De Blasio has dismissed such threats, pointing to the 92% compliance rate among city workers. He announced the vaccine mandate on October 20th, removing a weekly testing option and offering a $500 incentive for the jabs.

Nine thousand people, a small fraction of the city’s workforce, were placed on unpaid leave Monday, while another 12,000 have applied for religious or medical exemptions that could take days to weeks to review, according to the mayor. But his claim that there has been no interruption to trash pick-up is contradicted by the city’s own 311 data.

Between October 24th and October 30th, complaints about trash increased by a factor of ten from the previous month. Despite being the least populous borough, Staten Island leads the city in complaints for missed pick-ups, clocking more than 5,000 over the span of a week. Over the same time period, Manhattan recorded fewer than 500 complaints. The zip codes encompassing Eltingville went from a couple dozen complaints at the start of October to more than 1,200 last week.
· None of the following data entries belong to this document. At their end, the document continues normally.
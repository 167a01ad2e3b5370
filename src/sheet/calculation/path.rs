//! From the inputs to the constants of the path: stiffness, damping, roots.
use super::steps::Steps;
use super::value::{Block, digits, exact};
use crate::estimate::{CubicView, PartView, Solved};
use crate::quantity::{Dimension, Measure};
use crate::scenario::{AnchorKind, DampingLaw, Scenario, StretchLaw};

/// Weight, fall and the parts of the path.
pub fn constants(scenario: &Scenario, solved: &Solved) -> Block {
    let mut steps = Steps::default();
    fall(&mut steps, solved);
    line(&mut steps, scenario, solved);
    damping(&mut steps, scenario, solved);
    other(&mut steps, scenario, solved);
    absorber(&mut steps, scenario, solved);
    steps.table("constants", "the fall until taut, and the constants of the path")
}

fn fall(steps: &mut Steps, solved: &Solved) {
    let (m, g, h) = (solved.mass_kg, solved.gravity_m_per_s2, solved.free_fall_m);
    let (m_, g_, h_) = (exact(m), exact(g), digits(h));
    let v0 = (2.0 * g * h).sqrt();
    steps.step("W", "weight of the subject", ["m g", &format!("{m_} × {g_}")], m * g, "N");
    steps.given("h", "free fall, from the geometry", h, "m");
    steps.step("E_0", "energy of the free fall", ["W h", &format!("{} × {h_}", digits(m * g))], m * g * h, "J");
    steps.step("v_0", "speed when the line comes taut", ["√(2 g h)", &format!("√(2 × {g_} × {h_})")], v0, "m/s");
    steps.step("t_0", "time when the line comes taut", ["v_0 / g", &format!("{} / {g_}", digits(v0))], v0 / g, "s");
}

fn line(steps: &mut Steps, scenario: &Scenario, solved: &Solved) {
    let g = solved.gravity_m_per_s2;
    let k1 = solved.line.stiffness_n_per_m;
    let force = |m: &Measure| if m.dimension() == Dimension::Mass { m.si() * g } else { m.si() };
    let modulus = match &scenario.line.stretch {
        StretchLaw::Stiffness(_) => return steps.step("k_1", "stiffness of the line, as stated", ["", ""], k1, "N/m"),
        StretchLaw::Curve(rows) => {
            let (x, f) = rows.get(1).copied().unwrap_or_default();
            let numbers = format!("{} / {}", exact(f), exact(x));
            return steps.step(
                "k_1",
                "stiffness of the first piece of the line's table",
                ["f / e", &numbers],
                k1,
                "N/m",
            );
        }
        StretchLaw::Modulus(modulus) => {
            steps.given("K", "force per unit strain of the line, as stated", modulus.si(), "N");
            modulus.si()
        }
        StretchLaw::RatedImpact { force: rated, mass, fall_factor } => {
            let (w, f, ratio) = (mass.si() * g, rated.si(), fall_factor.si());
            steps.step(
                "W_r",
                "weight of the rated drop",
                ["m_r g", &format!("{} × {}", exact(mass.si()), exact(g))],
                w,
                "N",
            );
            let modulus = f * (f - 2.0 * w) / (2.0 * w * ratio);
            let numbers = format!("{0} ({0} − 2 × {1}) / (2 × {1} × {2})", exact(f), digits(w), exact(ratio));
            let what = "force per unit strain, from the rated drop of an undamped line";
            steps.step("K", what, ["F_r (F_r − 2 W_r) / (2 W_r f_r)", &numbers], modulus, "N");
            modulus
        }
        StretchLaw::StaticElongation { percent, from, to } => {
            let modulus = (force(to) - force(from)) / percent.si();
            let numbers = format!("({} − {}) / {}", digits(force(to)), digits(force(from)), exact(percent.si()));
            steps.step(
                "K",
                "force per unit strain, from the static elongation",
                ["(F_b − F_a) / p", &numbers],
                modulus,
                "N",
            );
            modulus
        }
    };
    let length = solved.elastic_length_m.unwrap_or(f64::NAN);
    let numbers = format!("{} / {}", digits(modulus), digits(length));
    steps.step("k_1", "stiffness of the line: over its whole length", ["K / L", &numbers], k1, "N/m");
}

fn damping(steps: &mut Steps, scenario: &Scenario, solved: &Solved) {
    let (c1, k1) = (solved.line.damping_n_s_per_m, solved.line.stiffness_n_per_m);
    match &scenario.line.damping {
        DampingLaw::None => steps.given("c_1", "damping of the line: none", c1, "N s/m"),
        DampingLaw::Damping(_) => steps.given("c_1", "damping of the line, as stated", c1, "N s/m"),
        DampingLaw::Ratio(ratio) => {
            let numbers = format!("2 × {} × √({} × {})", exact(ratio.si()), exact(solved.mass_kg), digits(k1));
            steps.step("c_1", "damping of the line, from its ratio", ["2 ζ_1 √(m k_1)", &numbers], c1, "N s/m");
        }
    }
}

/// Everything beside the line: symbols, stiffness and damping of its parts.
fn parts(scenario: &Scenario) -> Vec<(&'static str, &'static str, f64, f64)> {
    let damping = |c: Option<Measure>| c.map_or(0.0, |c| c.si());
    let mut list = Vec::new();
    list.extend(scenario.line.series_stiffness.map(|k| ("k_s", "spring in series of the line", k.si(), 0.0)));
    list.extend(scenario.harness.as_ref().map(|h| ("k_h", "harness and body", h.stiffness.si(), damping(h.damping))));
    if let AnchorKind::Sprung(anchor) = &scenario.anchor.kind {
        list.push(("k_a", "anchor", anchor.stiffness.si(), damping(anchor.damping)));
    }
    list
}

fn other(steps: &mut Steps, scenario: &Scenario, solved: &Solved) {
    let Some(other) = &solved.other else { return };
    let list = parts(scenario);
    for (symbol, what, k, c) in &list {
        steps.given(symbol, &format!("stiffness: {what}, as stated"), *k, "N/m");
        if *c > 0.0 {
            steps.given(&symbol.replace('k', "c"), &format!("damping: {what}, as stated"), *c, "N s/m");
        }
    }
    let (k2, c2) = (other.stiffness_n_per_m, other.damping_n_s_per_m);
    if matches!(scenario.anchor.kind, AnchorKind::Span(_)) {
        let what = format!("stiffness beside the line, first of {} straight pieces with the lifeline", other.pieces);
        steps.given("k_2", &what, k2, "N/m");
    } else {
        let inverse = list.iter().map(|p| format!("1/{}", exact(p.2))).collect::<Vec<_>>().join(" + ");
        steps.step(
            "k_2",
            "stiffness beside the line, in series",
            ["1 / Σ(1/k_i)", &format!("1 / ({inverse})")],
            k2,
            "N/m",
        );
    }
    if c2 > 0.0 {
        let formula = if list.len() > 1 { "k_2² Σ(c_i / k_i²)" } else { "" };
        steps.step("c_2", "damping beside the line", [formula, ""], c2, "N s/m");
    }
    let (k1, k) = (solved.line.stiffness_n_per_m, total(solved));
    let numbers = format!("1 / (1/{} + 1/{})", digits(k1), digits(k2));
    steps.step("k", "stiffness of the whole path", ["1 / (1/k_1 + 1/k_2)", &numbers], k, "N/m");
}

/// Stiffness of the whole path on the first piece of each law, N/m.
pub fn total(solved: &Solved) -> f64 {
    let k1 = solved.line.stiffness_n_per_m;
    solved.other.map_or(k1, |other| 1.0 / (1.0 / k1 + 1.0 / other.stiffness_n_per_m))
}

fn absorber(steps: &mut Steps, scenario: &Scenario, solved: &Solved) {
    let (Some(slider), Some(stated)) = (&solved.absorber, &scenario.absorber) else { return };
    let factor = stated.force_factor();
    let [_, first, _] = stated.first_force_n();
    let onset = stated.onset_force.map_or(first, |f| f.si());
    let [force_numbers, onset_numbers] = [first, onset].map(|f| format!("{} × {}", exact(factor), exact(f)));
    let what =
        if slider.is_constant { "deployment force" } else { "deployment force at length 0, rising by the table" };
    steps.step(
        "F",
        &format!("{what}, wet and cold factor counted in"),
        ["w F_dry", &force_numbers],
        slider.force_n,
        "N",
    );
    steps.step("F_on", "force at which deployment first starts", ["w F_on,dry", &onset_numbers], slider.onset_n, "N");
    steps.given("S", "stroke", slider.stroke_m, "m");
}

/// The characteristic equation, its roots and the regime; none where they change from piece to piece.
pub fn roots(solved: &Solved) -> Vec<Block> {
    let is_linear = solved.line.pieces == 1 && solved.other.is_none_or(|other| other.pieces == 1);
    if !is_linear {
        return vec![Block::words(
            "A law of this path is a table of straight pieces: the characteristic equation changes from piece to piece, \
             and its decay and frequency stand with each mode below.",
        )];
    }
    match (&solved.cubic, &solved.other) {
        (Some(cubic), Some(other)) => third(solved, other, cubic),
        _ => second(solved),
    }
}

fn second(solved: &Solved) -> Vec<Block> {
    let (m, c, k) = (solved.mass_kg, solved.line.damping_n_s_per_m, total(solved));
    let (m_, c_, k_) = (exact(m), digits(c), digits(k));
    let alpha = c / (2.0 * m);
    let natural = (k / m).sqrt();
    let square = k / m - alpha * alpha;
    let ratio = alpha / natural;
    let regime = regime(ratio);
    let mut steps = Steps::default();
    let numbers = format!("{c_}² − 4 × {m_} × {k_}");
    steps.step("D", "discriminant of m r² + c r + k = 0", ["c² − 4 m k", &numbers], c * c - 4.0 * m * k, "N2 s2/m2");
    steps.word("", "regime", ["D < 0 underdamped, = 0 critical, > 0 overdamped", ""], regime);
    steps.step("α", "decay", ["c / (2 m)", &format!("{c_} / (2 × {m_})")], alpha, "1/s");
    steps.step("ω_0", "undamped frequency", ["√(k / m)", &format!("√({k_} / {m_})")], natural, "rad/s");
    let ratio_numbers = format!("{} / {}", digits(alpha), digits(natural));
    steps.step("ζ", "damping ratio", ["α / ω_0", &ratio_numbers], ratio, "1");
    let spread = square.abs().sqrt();
    let root_numbers = format!("√({}² − {}²)", digits(natural), digits(alpha));
    if regime == "underdamped" {
        steps.step("ω", "damped frequency", ["√(ω_0² − α²)", &root_numbers], spread, "rad/s");
        let words = format!("−{} ± {} i 1/s", digits(alpha), digits(spread));
        steps.word("r_1,2", "characteristic roots", ["−α ± ω i", ""], &words);
    } else {
        let numbers = format!("√({}² − {}²)", digits(alpha), digits(natural));
        steps.step("δ", "half the distance of the roots", ["√(α² − ω_0²)", &numbers], spread, "1/s");
        let words = format!("−{} 1/s and −{} 1/s", digits(k / m / (alpha + spread)), digits(alpha + spread));
        steps.word("r_1,2", "characteristic roots", ["−α ± δ", ""], &words);
    }
    steps.step(
        "x_e",
        "stretch under the weight alone",
        ["W / k", &format!("{} / {k_}", digits(m * solved.gravity_m_per_s2))],
        m * solved.gravity_m_per_s2 / k,
        "m",
    );
    vec![
        Block::words(
            "Taut, the path obeys m x″ + c x′ + k (x − s) = m g with the travel x past taut and the deployed length s.",
        ),
        steps.table("roots", "characteristic equation"),
    ]
}

fn third(solved: &Solved, other: &PartView, cubic: &CubicView) -> Vec<Block> {
    let (m, c1, k1) = (solved.mass_kg, solved.line.damping_n_s_per_m, solved.line.stiffness_n_per_m);
    let (c2, k2) = (other.damping_n_s_per_m, other.stiffness_n_per_m);
    let [m_, c1_, k1_, c2_, k2_] = [m, c1, k1, c2, k2].map(digits);
    let sum = digits(c1 + c2);
    let [b2, b1, b0] = cubic.coefficients;
    let mut steps = Steps::default();
    let numbers = format!("({k1_} + {k2_}) / {sum} + {c1_} × {c2_} / ({m_} × {sum})");
    steps.step(
        "b_2",
        "of r³ + b_2 r² + b_1 r + b_0 = 0",
        ["(k_1 + k_2)/C + c_1 c_2/(m C), C = c_1 + c_2", &numbers],
        b2,
        "1/s",
    );
    let numbers = format!("({k1_} × {c2_} + {k2_} × {c1_}) / ({m_} × {sum})");
    steps.step("b_1", "", ["(k_1 c_2 + k_2 c_1)/(m C)", &numbers], b1, "1/s2");
    steps.step("b_0", "", ["k_1 k_2/(m C)", &format!("{k1_} × {k2_} / ({m_} × {sum})")], b0, "1/s3");
    steps.given("r_1", "real root", cubic.real_per_s, "1/s");
    let (alpha, spread) = (cubic.decay_per_s, cubic.square_per_s2.abs().sqrt());
    if cubic.square_per_s2 > 0.0 {
        steps.word("r_2,3", "other roots", ["−α ± ω i", ""], &format!("−{} ± {} i 1/s", digits(alpha), digits(spread)));
        steps.word("", "regime", ["a pair of complex roots: underdamped", ""], "underdamped");
    } else {
        let words = format!("−{} 1/s and −{} 1/s", digits(alpha - spread), digits(alpha + spread));
        steps.word("r_2,3", "other roots", ["−α ± δ", ""], &words);
        steps.word("", "regime", ["all roots real: overdamped", ""], "overdamped");
    }
    vec![
        Block::words(
            "Taut, the two parts share one force, m g − m x″ = k_1 e_1 + c_1 e_1′ = k_2 e_2 + c_2 e_2′ with x = e_1 + e_2 + s: \
             a third-order equation.",
        ),
        steps.table("roots", "characteristic equation"),
    ]
}

/// The regime of a damping ratio, critical within 1e-9.
fn regime(ratio: f64) -> &'static str {
    if (ratio - 1.0).abs() <= 1e-9 {
        "critical"
    } else if ratio > 1.0 {
        "overdamped"
    } else {
        "underdamped"
    }
}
Multiple workers said that their bosses at the Department of Sanitation were focused on avoiding a trash crisis in Manhattan, knowing full well that those rank-and-file workers exert enormous power on Staten Island.

“These guys run this island. They really do,” said Brian, a sanitation worker who asked for his last name to not be published for fear of professional consequences. “They’re not afraid of getting written up, they’re not afraid of backlash.”

Since the mandate went into effect, employees said they have received substantial bonuses in exchange for helping to cover routes that have not received trash pick-ups. But even then, some sanitation workers said they were still intent on sending a message to the city.

“You leave stuff out, you leave stuff out,” added Brian, who said he was vaccinated but supported the protest. “I’m sure the job didn’t get done to the city’s satisfaction today.”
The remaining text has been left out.